Allen had felt a vague feeling of doom for the entire hour before Kanda found him. He'd spent the several hours since leaving Lavi in a shroud of melancholy, which was something that was becoming increasingly familiar as the few days since his waking in the laboratory passed. Allen wouldn't go so far as to call himself depressed, but there were things about being alive again and being in his new home that weighed on him more than he thought they would.
Somewhere during those hours of aimless melancholy, Allen ended up in his rooms and an almost just as aimless feeling of dread settled on his shoulders. As if he were apprehensive about something that was going to happen, but he didn't know what that something was.
The feeling drove him a little crazy in the hour it took for that thing his instincts were worried about to happen, so much so that when the hour was up and his bedroom door was thrown open with force to reveal his demonic host in the doorway, Allen was almost relieved.
"Almost" being the operative word, there.
Even if their last interaction had been the breath of fresh air in their new relationship that Allen had needed to feel more comfortable with the other man, his host was still an intimidating figure. And if the way he attacked that Harpy in the forest and the way it reacted to him was any indication, there was a good reason for that.
The demon in question stepped into the room, his lengthy height on full display (whatever it may be). Allen watched with stiff shoulders, his tongue feeling equally so, as Kanda cast his cold blue eyes judgmentally around Allen's bedroom. The boy found himself desperately wanting to know what it was that the older man saw.
To Allen, the room looked incredibly large and while the colors seemed incredibly dour to him, it was still beautifully furnished. Ignoring those, the room felt lived-in but undeniably empty. Some books Allen took from the library were the only personal items in the room. He doesn't know if Kanda saw that or cared about it. . . . Was he disappointed?
The demon seemed to grow tired of looking around the room and turned his head to Allen, not even bothering to take in the boy's appearance. Instead, he just honed in on his face. Allen felt his body stiffen even more and how surprising it was that that was even possible!

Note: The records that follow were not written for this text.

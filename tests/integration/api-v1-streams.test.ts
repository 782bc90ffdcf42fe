import { afterAll, beforeAll, expect, it, describe } from 'vitest';
import type { Actor } from '../../src/domain/access/permissions';
import { database } from '../../src/server/db/pools';
import { askV1, tokenFor, writeFrames } from '../support/api-v1';
import { testDatabase, type TestDatabase } from '../support/database';
import { testFleet, type TestFleet } from '../support/fleet';

const CLINIC = 'Weirside Clinic';
const FROM = new Date(Math.floor(Date.now() / 86_400_000) * 86_400_000 - 86_400_000);
const MINUTES = 180;

let db: TestDatabase;
let fleet: TestFleet;
let manager: Actor;
let token: string;

const framesPath = (more: Record<string, string> = {}): string =>
  `/telemetry/frames?${new URLSearchParams({
    from: FROM.toISOString(),
    to: new Date(FROM.getTime() + MINUTES * 60_000).toISOString(),
    site: fleet.site(CLINIC).ref,
    ...more,
  }).toString()}`;

beforeAll(async () => {
  db = await testDatabase();
  fleet = await testFleet(db, [CLINIC]);
  manager = await fleet.actor('manager@lowfield.example');
  await writeFrames(db.owner, fleet.site(CLINIC).id, FROM, MINUTES);
  ({ token } = await tokenFor(manager));
});
afterAll(() => db.drop());

describe('a stream of readings', () => {
  it('brings each report once, in order, as NDJSON and as CSV, by string and by unit', async () => {
    const strings = [...fleet.site(CLINIC).strings.values()];
    const lines = (await (await askV1(framesPath(), { token })).text()).trim().split('\n');
    expect(lines).toHaveLength(strings.length * MINUTES);
    const records = lines.map(
      (l) => JSON.parse(l) as { at: string; voltage: number; units: { voltage: number[] } },
    );
    expect(records[0]?.units.voltage[0]).toBe(39);
    expect(records.map((r) => r.at)).toEqual(records.map((r) => r.at).sort());
    const csv = await (await askV1(framesPath({ by: 'unit', format: 'csv' }), { token })).text();
    const rows = csv.split('\r\n');
    expect(rows[0]).toContain('position,voltage (V)');
    const { rows: slots } = await db.owner.query<{ n: number }>(
      'select sum(slots)::int as n from string where site_id = $1',
      [fleet.site(CLINIC).id],
    );
    expect(rows.length).toBe(2 + (slots[0]?.n ?? 0) * MINUTES);
  });

  it('reads no further than it is taken, and ends when its reader leaves', async () => {
    let taken = () => {};
    const gate = new Promise<void>((resolve) => (taken = resolve));
    const response = await askV1(framesPath(), { token, drained: () => gate });
    const reader = response.body?.getReader();
    const piece = reader?.read();
    const early = await Promise.race([
      piece?.then(() => 'read'),
      new Promise((r) => setImmediate(() => r('waits'))),
    ]);
    expect(early).toBe('waits');
    taken();
    const first = await piece;
    expect(first?.done).toBe(false);
    expect(first?.value?.byteLength ?? 0).toBeLessThan(2_000_000);
    await reader?.cancel();
    const { rows } = await db.owner.query<{ n: number }>(
      `select count(*)::int as n from pg_stat_activity
       where datname = current_database() and state like 'idle in transaction%'`,
    );
    expect(rows[0]?.n).toBe(0);
    const pool = (database('web').client as { pool: { numUsed: () => number } }).pool;
    expect(pool.numUsed()).toBe(0);
  });

  it('is one of few at a time, and gives its place back however it ends', async () => {
    const never = () => new Promise<void>(() => undefined);
    const open = await Promise.all([0, 1].map(() => askV1(framesPath(), { token, drained: never })));
    const third = await askV1(framesPath(), { token });
    expect(third.status).toBe(429);
    expect(Number(third.headers.get('retry-after'))).toBeGreaterThan(0);
    for (const o of open) await o.body?.cancel();
    const again = await askV1(framesPath(), { token });
    expect(again.status).toBe(200);
    await again.text();
    const head = await askV1(framesPath(), { token, method: 'HEAD' });
    expect(head.headers.get('content-type')).toBe('application/x-ndjson');
  });

  it('shows no older reports than the organisation does', async () => {
    await db.owner.query(`update organisation set hide_raw_after_days = 1 where id = $1`, [
      manager.organisationId,
    ]);
    try {
      const text = await (await askV1(framesPath(), { token })).text();
      const shownFrom = new Date(Date.now() - 86_400_000 - 5_000).toISOString();
      for (const line of text.split('\n').filter(Boolean))
        expect((JSON.parse(line) as { at: string }).at >= shownFrom).toBe(true);
    } finally {
      await db.owner.query(`update organisation set hide_raw_after_days = null where id = $1`, [
        manager.organisationId,
      ]);
    }
  });
});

The demon opened his thin lips, briefly showing off his sharp canines as he spoke. "How have your first few days here been?" He inquired, sounding mildly disinterested in the question even as he asked it.
"What?" Allen said at first. Then he jolted as his brain caught up to the statement and his response to it, hurrying to get a better response out before he angered his host. "Oh! It has been . . . fine, a lot to get used to."
The demon hummed in response. What that hum was supposed to mean, Allen couldn't even fathom, though not for lack of trying. "So you would say you've settled well, despite the attack earlier?" Allen might have thought he was imagining the mocking lilt to the words if it wasn't for the barest hint of a smirk that passed across the demon's face.
"Uh, yes! I would say that . . ." Allen said with wide eyes. I wonder where he's going with this, Allen wondered, though he needn't have.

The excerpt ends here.